= The Waltz of the Toreadors =

The Waltz of the Toreadors (La Valse des toréadors) is a 1951 play by Jean Anouilh.

==Plot==
This bitter farce is set in 1910 France and focuses on General Léon Saint-Pé and his infatuation with Ghislaine, a woman with whom he danced at a garrison ball some 17 years earlier. Because of the General's commitment to his marriage, the couple's love remained unconsummated. Now faced by the reality of retirement with his hypochondriac wife, the General finds himself lost in fond memories of his old flirtation. When Ghislaine suddenly reappears, he is delighted — until he finds himself competing for her hand with a considerably younger suitor.

==Background==
The General and his mad wife had previously appeared in Anouilh's 1948 play Ardèle ou la Marguerite, and a further variant on the character appeared in the 1958 comedy L'Hurluberlu, ou le Réactionnaire amoureux.

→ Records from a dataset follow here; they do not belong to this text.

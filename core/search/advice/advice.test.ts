import { describe, expect, it } from 'vitest';
import { defaultLibrary } from '../../library';
import type { Composition } from '../../record/composition';
import { checkWish } from '../wish/checkWish';
import type { Wish, WishInput } from '../wish/wish';
import { relaxations } from './relax';
import { isAnswer, whyNot } from './whyNot';

function wished(input: WishInput): Wish {
  const checked = checkWish(input, defaultLibrary);
  if (!checked.ok) throw new Error(checked.problems[0]!.message);
  return checked.value;
}
const complex = (metal: string, oxidationState: number, ligands: Record<string, number>): Composition => ({
  metal,
  oxidationState,
  geometry: 'octahedral',
  ligands,
});

describe('why a candidate is not in the list', () => {
  it('names every rule that leaves it out, with how far', () => {
    const wish = wished({
      name: 'x',
      ions: ['Fe2+'],
      ligands: { allow: ['nh3', 'h2o'], maxKinds: 1 },
      charge: { min: 3, max: 3 },
    });
    const { exclusions } = whyNot(complex('Co', 3, { nh3: 4, cl: 2 }), wish, defaultLibrary);
    expect(exclusions.map(({ part }) => part)).toEqual(['ions', 'ligands', 'ligands.maxKinds', 'charge']);
    expect(exclusions.at(-1)!.because).toMatch(/charge 1 lies 2 outside/);
  });

  it('names the part that it fails, and what it offers there', () => {
    // [Cr(H2O)6]3+ absorbs near 575 nm (common practice), not near 800.
    const wish = wished({
      name: 'x',
      bands: [{ from_nm: 780, to_nm: 820 }],
      tenDq_cm1: { min: 10_000, max: 25_000 },
    });
    const answer = whyNot(complex('Cr', 3, { h2o: 6 }), wish, defaultLibrary);
    expect(answer.exclusions).toEqual([]);
    expect(answer.weakest!.part).toBe('bands[0]');
    expect(answer.weakest!.because).toMatch(/nm/);
    expect(isAnswer(answer)).toBe(false);
  });
});

describe('advice on a wish without an answer', () => {
  it('says which part to give up, and what that would buy', () => {
    const wish = wished({
      name: 'x',
      ions: ['Cr3+'],
      geometries: ['octahedral'],
      ligands: { allow: ['nh3', 'h2o', 'en'] },
      bands: [{ from_nm: 450, to_nm: 600 }],
      tenDq_cm1: { min: 40_000, max: 50_000 },
    });
    const [first] = relaxations(wish, defaultLibrary);
    expect(first!.part).toBe('tenDq_cm1');
    expect(first!.probability).toBeGreaterThan(0.8);
    expect(first!.offers).toMatch(/10Dq/);
  });
});
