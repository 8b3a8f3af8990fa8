import type { ReactNode } from 'react';
import type { EnergyUnit } from '../../../../core/units';
import {
  FlagMark,
  intervalUnit,
  SpinBar,
  Swatch,
  TransmissionScale,
  TransmissionStrip,
  unitText,
} from '../../../parts';
import { firstBandOf } from '../../../workers/estimateSummary';
import { BandCell } from '../cells/BandCell';
import { ComplexCell } from '../cells/ComplexCell';
import { IntervalCell } from '../cells/IntervalCell';
import type { Ranking } from '../sorting';
import type { TableRow } from '../tableRow';

export interface Column {
  readonly id: string;
  readonly title: string;
  /** Said under the title: the unit, a scale. */
  readonly under?: (unit: EnergyUnit) => ReactNode;
  /** What a click on the title ranks by. */
  readonly ranking?: Ranking;
  /** Track of the grid. */
  readonly width: string;
  /** Cannot be hidden. */
  readonly fixed?: true;
  readonly cell: (row: TableRow) => ReactNode;
}

const waiting = <span className="cell-waiting">…</span>;
const estimated = (
  row: TableRow,
  draw: (summary: Extract<TableRow['summary'], { ok: true }>) => ReactNode,
) =>
  row.summary === undefined ? waiting : row.summary.ok ? draw(row.summary) : <span className="soft">–</span>;

export const columns: readonly Column[] = [
  {
    id: 'complex',
    title: 'Complex',
    ranking: 'formula',
    width: 'minmax(9.5rem, 1.3fr)',
    fixed: true,
    cell: (row) => <ComplexCell row={row} />,
  },
  {
    id: 'strip',
    title: 'Light that passes, nm',
    under: () => <TransmissionScale />,
    width: 'minmax(8rem, 1fr)',
    cell: (row) => estimated(row, ({ transmittance }) => <TransmissionStrip transmittance={transmittance} />),
  },
  {
    id: 'colour',
    title: 'Seen colour',
    width: '8.5rem',
    cell: (row) => estimated(row, ({ colour }) => <Swatch colour={colour} size="row" text="words" />),
  },
  {
    id: 'distance',
    title: 'ΔE00',
    under: () => 'to target',
    ranking: 'distance',
    width: '4rem',
    cell: ({ distance }) => (
      <span className="cell-figure">{distance === null ? '–' : distance.toFixed(distance < 10 ? 1 : 0)}</span>
    ),
  },
  {
    id: 'spin',
    title: 'Spin state',
    ranking: 'spin',
    width: '8rem',
    cell: (row) => estimated(row, ({ spin }) => <SpinBar spin={spin} compact />),
  },
  {
    id: 'band',
    title: 'First band',
    under: (unit) => unitText[unit],
    ranking: 'band',
    width: '6.75rem',
    cell: (row) => estimated(row, (summary) => <BandCell band={firstBandOf(summary)} />),
  },
  {
    id: 'tenDq',
    title: '10Dq',
    under: (unit) => unitText[intervalUnit(unit)],
    ranking: 'tenDq',
    width: '6.75rem',
    cell: (row) => estimated(row, ({ tenDq }) => <IntervalCell value={tenDq} />),
  },
  {
    id: 'remarks',
    title: 'Remarks',
    width: '4.25rem',
    cell: (row) => estimated(row, ({ flags }) => <FlagMark flags={flags} />),
  },
];

/** Columns on screen: the distance only where the project has a target. */
export const shownColumns = (hidden: readonly string[], hasTarget: boolean): readonly Column[] =>
  columns.filter(({ id, fixed }) => fixed || (!hidden.includes(id) && (id !== 'distance' || hasTarget)));
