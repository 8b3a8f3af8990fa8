import type { LigandRecord, ParameterLibrary } from '../library';
import { withoutCharge } from '../library/molarMass';
import { didYouMean } from '../record/didYouMean';

/** Spellings in use beside those of the library. */
const alsoWritten: Readonly<Record<string, readonly string[]>> = {
  h2o: ['OH2', 'water'],
  bipy: ['bipy', 'bipyridine'],
  terpy: ['terpy'],
  im: ['Him', 'imH'],
  mecn: ['NCMe', 'NCCH3'],
  menh2: ['NH2Me', 'CH3NH2'],
  ac: ['ac', 'CH3COO', 'CH3CO2'],
  co3: ['CO3'],
  ncs_n: ['NCS'],
  scn_s: ['SCN'],
  ono_o: ['ONO'],
  no2_n: ['NO2'],
  oh: ['HO'],
  mal: ['malonate'],
  tpp: ['TPP'],
};

const spellingsOf = (ligand: LigandRecord): string[] => [
  ligand.abbreviation,
  withoutCharge(ligand.formula, ligand.charge),
  ligand.commonName,
  ligand.iupacName,
  ligand.id,
  ...(alsoWritten[ligand.id] ?? []),
];

/** All ways to write each ligand of a library. */
export class LigandSpellings {
  readonly #exact = new Map<string, string>();
  readonly #folded = new Map<string, string>();
  readonly #longestFirst: readonly string[];
  readonly #choices: readonly { readonly answer: string; readonly names: readonly string[] }[];

  constructor(library: ParameterLibrary) {
    const choices: { answer: string; names: string[] }[] = [];
    for (const ligand of library.ligands.values()) {
      const spellings = spellingsOf(ligand).filter((spelling) => spelling !== '');
      choices.push({ answer: ligand.abbreviation, names: spellings });
      for (const spelling of spellings) {
        if (!this.#exact.has(spelling)) this.#exact.set(spelling, ligand.id);
        const folded = spelling.toLowerCase();
        if (!this.#folded.has(folded)) this.#folded.set(folded, ligand.id);
      }
    }
    this.#choices = choices;
    this.#longestFirst = [...this.#exact.keys()].sort((one, other) => other.length - one.length);
  }

  /** The ligand of a whole word, case minded first. */
  find(word: string): string | undefined {
    return this.#exact.get(word) ?? this.#folded.get(word.toLowerCase());
  }

  /** The longest spelling that begins at a place, for formulas without parentheses. */
  at(text: string, place: number): { readonly id: string; readonly length: number } | undefined {
    const found = this.#longestFirst.find((spelling) => text.startsWith(spelling, place));
    return found === undefined ? undefined : { id: this.#exact.get(found)!, length: found.length };
  }

  like(word: string): string[] {
    return didYouMean(word, this.#choices);
  }
}

const made = new WeakMap<ParameterLibrary, LigandSpellings>();

export function ligandSpellings(library: ParameterLibrary): LigandSpellings {
  const known = made.get(library) ?? new LigandSpellings(library);
  made.set(library, known);
  return known;
}
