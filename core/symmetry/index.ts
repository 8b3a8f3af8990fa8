export { pointGroup, pointGroupNames, isPointGroupName, irrepNamed } from './pointGroup';
export type { PointGroup, Irrep, OperationClass } from './pointGroup';
export { directProduct, multiplicities, reduce, writeSum, type Component } from './representations/character';
export { antisymmetrisedPower, symmetrisedPower } from './representations/powers';
export { descend, restrictCharacter } from './representations/branching';
export {
  angularMomentumRepresentation,
  dOrbitals,
  dRotation,
  spinRotation,
} from './representations/orbitals';
export { termsOfShells, type Shell } from './terms/shellTerms';
export * from './terms/configurationTerms';
export { freeIonTerms, termLetters, type FreeIonTerm } from './terms/freeIonTerms';
export { termsByDescent } from './terms/descentOfConfiguration';
export { splitTerm, termOrigins, type TermOrigin } from './terms/correlation';
export { binomial, countMicrostates, type Term } from './terms/term';
export * from './rotation';
export { carry, turned, type Operation } from './groups/operation';
export { schoenflies, type StandingGroup } from './recognition/schoenflies';
export { arrangementGroup, rigidPermutations, spannedDimension } from './recognition/arrangement';
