// Package strength holds the words that every joint calculation speaks:
// materials, factors, checks with their margins of safety, workings that let a
// reader follow each number by hand, and findings.
//
// Everything is pure and in N, mm and MPa. Values go in, values come out; an
// input that cannot be calculated is a Fault, a value that is missing leaves
// its checks Undetermined, and nothing panics.
package strength

// Level tells limit from ultimate, of a load and of a check.
type Level uint8

// The levels; zero is neither.
const (
	Limit Level = iota + 1
	Ultimate
)

// String returns the level's word, empty for none.
func (l Level) String() string {
	switch l {
	case Limit:
		return "limit"
	case Ultimate:
		return "ultimate"
	}
	return ""
}

// Mode is a way to fail. The order of the constants is the order of answers.
type Mode uint8

// The modes; zero is none.
const (
	NetSection Mode = iota + 1
	ShearOut
	Bearing
	ShearBearing
	Fracture
	Transverse
	Oblique
	Yielding
	BushingBearing
	Tang
	BodyBending
	PinShear
	PinBending
	PinCombined
	WholeJoint
	Shear
	Tension
	ShearTension
	Slip
	Separation
	BlockTearing
	InterFastenerBuckling
	PullThrough
)

var modeWords = [...]string{
	"", "net-section", "shear-out", "bearing", "shear-bearing", "fracture",
	"transverse", "oblique", "yielding", "bushing-bearing", "tang",
	"body-bending", "pin-shear", "pin-bending", "pin-combined", "joint",
	"shear", "tension", "shear-tension", "slip", "separation",
	"block-tearing", "inter-fastener-buckling", "pull-through",
}

// String returns the mode's word, empty for none.
func (m Mode) String() string { return modeWords[m] }

// Modes returns all modes in their order.
func Modes() []Mode {
	all := make([]Mode, 0, len(modeWords)-1)
	for m := NetSection; int(m) < len(modeWords); m++ {
		all = append(all, m)
	}
	return all
}

// Check is what no load case changes of one comparison of a demand with an
// allowable: its place in the joint, its mode and where its method comes from.
type Check struct {
	Member   string
	Fastener string // id in a pattern, else empty
	Row      int    // from 1 in a splice, else 0
	Mode     Mode
	Level    Level
	Unit     Unit
	Method   string // id@revision
	Source   string // document, section, equation
	Mark     Mark   // the weakest mark of all its workings
	Compared bool   // counts neither for the verdict nor as governing
}

// Status is how a check came out.
type Status uint8

// The statuses, from best to worst for a verdict; the zero status is a mode
// that the load does not exercise, which answers leave out.
const (
	NotExercised Status = iota
	Adequate
	Undetermined
	Inadequate
)

// String returns the status's word.
func (s Status) String() string {
	switch s {
	case Adequate:
		return "adequate"
	case Inadequate:
		return "inadequate"
	}
	return "undetermined"
}

// Margin is what one load case makes of a check. Demand, Allowable and Margin
// mean nothing when the status is Undetermined or NotExercised.
type Margin struct {
	Demand, Allowable, Margin float64
	Status                    Status
	Why                       *Message // of an undetermined check
}

// Compare sets a demand against an allowable, both of the same unit and not
// negative: margin = allowable / demand - 1. A demand of zero, or one so small
// that the margin has no number, does not exercise the check.
func Compare(demand, allowable float64) Margin {
	margin := allowable/demand - 1
	// The difference is not zero when the margin is infinite or no number.
	if !(demand > 0) || margin-margin != 0 {
		return Margin{}
	}
	status := Adequate
	if margin < 0 {
		status = Inadequate
	}
	return Margin{Demand: demand, Allowable: allowable, Margin: margin, Status: status}
}

// Unknown makes an undetermined margin.
func Unknown(why *Message) Margin { return Margin{Status: Undetermined, Why: why} }

// Working is one step of the hand calculation behind a check. Fields that do
// not apply are zero: an input that several modes share has no mode, a value
// that no load case changes no load case.
type Working struct {
	Member, Fastener string
	Row              int
	Method           string
	Mode             Mode
	Level            Level
	LoadCase         string
	Symbol           string
	Value            float64
	Unit             Unit
	Equation, Source string
	Mark             Mark
}

// Severity ranks a finding.
type Severity uint8

// The severities.
const (
	Violation Severity = iota + 1
	Warning
	Note
)

// String returns the severity's word.
func (s Severity) String() string {
	switch s {
	case Violation:
		return "violation"
	case Warning:
		return "warning"
	}
	return "note"
}

// Finding is something a user must be told that is not a margin.
type Finding struct {
	Severity Severity
	Code     string
	Subject  string
	Message  Message
	Source   string
}

// Fault is an input that cannot be calculated: where it stands, as a JSON
// pointer into the document of its kind, and what was found and is allowed.
type Fault struct {
	Pointer string
	Message Message
}

// Calculation is a joint prepared for any number of load cases.
type Calculation interface {
	// Checks returns the checks in the order of answers. Not to be changed.
	Checks() []Check
	// Margins fills out, one for each check, for load case i. It allocates
	// nothing and may be called from one goroutine at a time.
	Margins(i int, out []Margin)
	// Workings appends to steps those behind check c that no load case changes.
	Workings(c int, steps []Working) []Working
	// CaseWorkings appends to steps those behind check c that load case i
	// makes, the demand and its factors among them.
	CaseWorkings(i, c int, steps []Working) []Working
	// Findings returns what is to be said about the joint and its load cases.
	Findings() []Finding
	// Cautions returns what the calculation leaves to the user.
	Cautions() []string
}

By the time of Anouilh's last play, Le Nombril (1981), Léon St Pé had transformed into a grouchy and unfashionable old playwright intended by Anouilh as a cynical self-portrait.

==Stage productions==
The Waltz of the Toreadors premiered in Paris at the Comédie des Champs-Elysées on 8 January 1952, with Claude Sainval and Marie Ventura in the leading roles. Four years later, it premiered in London in an English translation by Lucienne Hill. Directed by Peter Hall, the production opened at the Arts Theatre on 24 February 1956, then transferred to the larger Criterion Theatre on 27 March, running in all for 700 performances. The cast included Welsh character actor Hugh Griffith as the General and Beatrix Lehmann as Mme St Pé, with Brenda Bruce as Ghislaine and Trader Faulkner as Gaston. For part of the Criterion run, Renée Asherson took over as Ghislaine.

"This is an extraordinary work," claimed T C Worsley in the New Statesman. "It is at the same time wildly comic and savagely cruel; it moves with a virtuoso's freedom up and down the emotional scale from pure farce at one extreme to real pathos at the other. There are scenes of pure horror and there are scenes of pure comedy, and M Anouilh modulates between them with an absolutely sure touch." According to the News Chronicle, "the play, though deplorable, is a bit of a masterpiece." "This farce," added The Times, "has a bitter, some will say sour, flavour, but even those who resent its hard realism will be highly amused in spite of themselves, for a resourceful wit is supported by a brilliant sense of the theatre."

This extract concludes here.